Today was a typically frustrating day for me in getting my print edition of The New York Times. I live in Fairfield County, CT. Home turf. Its guarantee: delivery by 6:30 a.m., every weekday. But that has not been the case for the last four days. Today, it wasn't there when I left at 7 a.m. No problem. I was headed to Starbucks in Wilton. Its racks were empty -- at 8 a.m. I had to go to a third stop, a Stop & Shop to get one. All because I didn't bring my iPod Touch with me.

The Times is better online than it is in print. Believe me, I prefer reading it on a laptop and even on the Touch.

But the point is this: The Times is driving me to drop the print product. Why should I pay $40 a month for something that doesn't arrive, when I get everything on its pages and more, for free, on screen?

It's not like I don't value it. I just don't have to pay for it, on screen.

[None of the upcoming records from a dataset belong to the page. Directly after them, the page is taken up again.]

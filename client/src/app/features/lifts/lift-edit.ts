import { ChangeDetectionStrategy, Component, effect, inject, input, signal } from '@angular/core';
import { FormsModule } from '@angular/forms';
import { liftSchema, routes, type Lift } from '@shared/contract';
import { NEW_ID } from '../../core/device/ids';
import { Sync } from '../../core/device/sync';
import { Api } from '../../core/session/api';
import { ApiError } from '../../core/session/api-error';

/** Notes and hazards; a change that someone else made meanwhile is shown beside one's own. */
@Component({
  selector: 'app-lift-edit',
  imports: [FormsModule],
  template: `
    <details>
      <summary class="action wide" i18n>Change notes and hazards</summary>
      <div class="form">
        <div class="field">
          <label for="hazards" i18n>Hazards, one a line</label>
          <textarea
            id="hazards"
            [ngModel]="hazards()"
            (ngModelChange)="hazards.set($event)"
          ></textarea>
        </div>
        <div class="field">
          <label for="notes" i18n>Notes</label>
          <textarea
            id="notes"
            maxlength="4000"
            [ngModel]="notes()"
            (ngModelChange)="notes.set($event)"
          ></textarea>
        </div>
        @if (theirs(); as other) {
          <div class="notice next" role="alert">
            <h3 i18n>Someone else changed this lift meanwhile</h3>
            <p><strong i18n>Their hazards</strong> {{ other.hazards.join(' · ') }}</p>
            <p><strong i18n>Their notes</strong> {{ other.notes }}</p>
            <p class="small" i18n>
              Yours stand above. Take over what is right, then save: it becomes the newest.
            </p>
          </div>
        }
        @if (problem(); as sentence) {
          <p class="notice" role="alert">{{ sentence }}</p>
        }
        <button
          type="button"
          class="action saves"
          [attr.aria-disabled]="busy()"
          (click)="save()"
          i18n
        >
          Save
        </button>
        @if (saved()) {
          <p role="status" i18n>Saved.</p>
        }
      </div>
    </details>
  `,
  styles: `
    .form {
      display: grid;
      gap: 12px;
      padding-top: 12px;
    }
  `,
  changeDetection: ChangeDetectionStrategy.OnPush,
})
export class LiftEdit {
  readonly lift = input.required<Lift>();

  private readonly api = inject(Api);
  private readonly sync = inject(Sync);
  private readonly newId = inject(NEW_ID);

  protected readonly hazards = signal('');
  protected readonly notes = signal('');
  protected readonly theirs = signal<Lift | undefined>(undefined);
  protected readonly problem = signal<string | undefined>(undefined);
  protected readonly busy = signal(false);
  protected readonly saved = signal(false);
  private version = 0;

  constructor() {
    effect(() => {
      const lift = this.lift();
      // Only the first one: a fresh pack must not take away what is being typed.
      if (this.version === 0) this.take(lift);
    });
  }

  private take({ hazards, notes, version }: Lift): void {
    this.hazards.set(hazards.join('\n'));
    this.notes.set(notes);
    this.version = version;
  }

  protected async save(): Promise<void> {
    if (this.busy()) return;
    this.busy.set(true);
    this.saved.set(false);
    this.problem.set(undefined);
    try {
      const lift = await this.api.call(routes.changeLift, {
        params: { id: this.lift().id },
        body: {
          notes: this.notes().trim(),
          hazards: this.hazards()
            .split('\n')
            .map((line) => line.trim())
            .filter(Boolean),
        },
        version: this.version,
        key: this.newId(),
      });
      this.version = lift.version;
      this.theirs.set(undefined);
      this.saved.set(true);
      await this.sync.refreshNow();
    } catch (error) {
      this.failed(error);
    } finally {
      this.busy.set(false);
    }
  }

  private failed(error: unknown): void {
    if (!(error instanceof ApiError)) throw error;
    const current = liftSchema.safeParse(error.details['current']);
    if (error.code === 'version_conflict' && current.success) {
      this.theirs.set(current.data);
      this.version = current.data.version;
    } else {
      this.problem.set(error.detail);
    }
  }
}
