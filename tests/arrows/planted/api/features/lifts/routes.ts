import { known } from './repository';

/** Planted: routes go through use cases. */
export const routes = known;
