import { fork, type ChildProcess } from 'node:child_process';
import { once } from 'node:events';

/** An API process that serves. */
export interface ApiProcess {
  readonly child: ChildProcess;
  /** Lets it drain, and waits for its end. */
  stop(): Promise<void>;
}

/** After this long without an end it is killed, milliseconds; its own drain takes ten seconds at most. */
const STOP_LIMIT = 15_000;

/**
 * Starts the bundle and waits until it serves. It runs in a process group of its own, so that a terminal's
 * Ctrl-C reaches it only through us; when this process is killed it sees its channel close, and ends.
 *
 * @throws Error when it ends before it serves
 */
export async function startApi(
  bundle: string,
  environment: Readonly<Record<string, string>>,
): Promise<ApiProcess> {
  const child = fork(bundle, {
    detached: true,
    execArgv: ['--enable-source-maps'],
    env: { ...process.env, ...environment },
    stdio: ['ignore', 'inherit', 'inherit', 'ipc'],
  });
  const ended = once(child, 'exit');
  const first = await Promise.race([once(child, 'message'), ended.then(() => 'ended' as const)]);
  if (first === 'ended')
    throw new Error('The API ended before it could serve: its words are above.');
  return {
    child,
    async stop() {
      if (child.exitCode !== null || child.signalCode !== null) return;
      child.kill('SIGTERM');
      const kill = setTimeout(() => child.kill('SIGKILL'), STOP_LIMIT);
      await ended;
      clearTimeout(kill);
    },
  };
}
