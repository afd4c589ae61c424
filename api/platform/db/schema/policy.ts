import { sql } from 'drizzle-orm';
import { pgPolicy, pgRole, uuid } from 'drizzle-orm/pg-core';

/** The role that the application signs in with. It owns nothing and cannot bypass row security. */
export const applicationRole = pgRole('lampline_app').existing();

/** First column of every table, and of every one of its keys. */
export const organisationId = () => uuid().notNull();

const ofThisOrganisation = sql`organisation_id = nullif(current_setting('app.organisation_id', true), '')::uuid`;

/**
 * The wall of every table that has an organisation. After a local setting ends it is `''`, not null:
 * hence `nullif`, so that a connection outside the door sees no row instead of failing.
 */
export const organisationOnly = () =>
  pgPolicy('organisation_only', {
    as: 'permissive',
    for: 'all',
    to: applicationRole,
    using: ofThisOrganisation,
    withCheck: ofThisOrganisation,
  });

If you don't value your product, why should the customer? If you make it available for free, why should anyone pay for it? You set the expectation. And enforce it. Not half way. The whole way.

Now, it'll be interesting to see if Newsday can stick by its guns, online. Says here, The Times would have a much better shot of getting $20 a month online, than its friendly Long Island rival will.

So stay tuned. It'll be really interesting to see, in the meantime, what Rutledge comes up with in the way of a creative Cablevision news service online, with or without the Newsday brand.

On cable, it's already staked out pieces of what used to be core to the news business in print, with its Optimum Autos and Optimum Homes listing services online. It also has its News 12 local TV news networks ("free" -- if you subscribe to cable TV).

Now, we'll have to see what Rutledge makes of news, online. And whether its idea that you can charge for it will be Optimum. Or not.